Perlu pemimpin yang kuat
Ada beberapa persyaratan umum yang selalu harus disiapkan sebelum melakukan perubahan (John  P. Kotter). Pertama, Tidak cukup menciptakan sense of urgency (not establishing a Great enough Sense of Urgency). Kesadaran untuk memahami bahwa kita sedang mengalami krisis yang apabila tidak di-address akan membuat kita semakin sulit, merupakan faktor utama untuk melakukan perubahan. Kalau kita tidak memiliki kesadaran bahwa usaha atau organisasi kita sedang sulit, langkah perubahan transformasi menjadi tidak relevan.
Kita perlu secara rasional memutuskan apakah kita sedang mempunyai masalah sehingga harus melakukan perubahan atau tidak sama sekali. Bisa saja pada saat sekarang kita belum berada dalam kategori sulit, tetapi kita sudah melihat kemungkinan datangnya masalah di waktu yang akan datang. Hanya atas dasar sense of urgency yang tinggi, kita memiliki dasar untuk menjalankan program perubahan.

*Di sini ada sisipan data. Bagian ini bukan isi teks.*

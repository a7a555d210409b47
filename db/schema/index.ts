export * from './shops';
export * from './members';
export * from './customers';
export * from './jobs';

Kedua, memiliki pemimpin yang mampu menjelaskan dan mengajak orang menjalankan program perubahan. Ketika proses komunikasi tidak berjalan baik, maka persoalannya menjadi sulit. Hal itu akan membuat proses perubahan menjadi tersendat karena tidak mendapatkan cukup banyak dukungan (not creating a powerful guiding coalition).
Ketiga, program perubahan harus dipimpin oleh orang-orang yang memiliki visi (have a vision). Ini jelas modal utama untuk menjalankan Transformasi. Bagaimana kita melakukan perubahan kalau Pimpinan perubahan tidak tahu harus mencapai sasaran apa.
Tidak boleh suatu proses transformasi, justru dikendalikan oleh orang-orang yang suka status quo.
Ada beberapa hal penting dari program reformasi birokrasi yang harus dilakukan, tetapi hal diatas, yaitu; menjelaskan bahwa hal tersebut merupakan kritikal yang harus dilakukan dan menjadi urgent, melibatkan banyak pihak melalui komunikasi yang intens, serta adanya pemimpin yang visioner ke depan, menjadi faktor utama yang akan membawa keberhasilan atau sebaliknya akan gagal.
Inilah bagian penting yang mendesak perlu disiapkan yang biasanya hanya bisa dijalankan oleh pemimpin yang kuat, tidak hanya memiliki visi, tetapi sekaligus dengan karakter atau value yang stabil  dan berani (courage) menghadapi krikil tajam dari pihak-pihak yang berkepentingan. Melaksanakan reformasi birokrasi adalah salah satu jawaban untuk meningkatkan kompetitif bangsa sehingga mampu bersaing di pasar global untuk menunjang masa depan bangsa yang lebih kuat.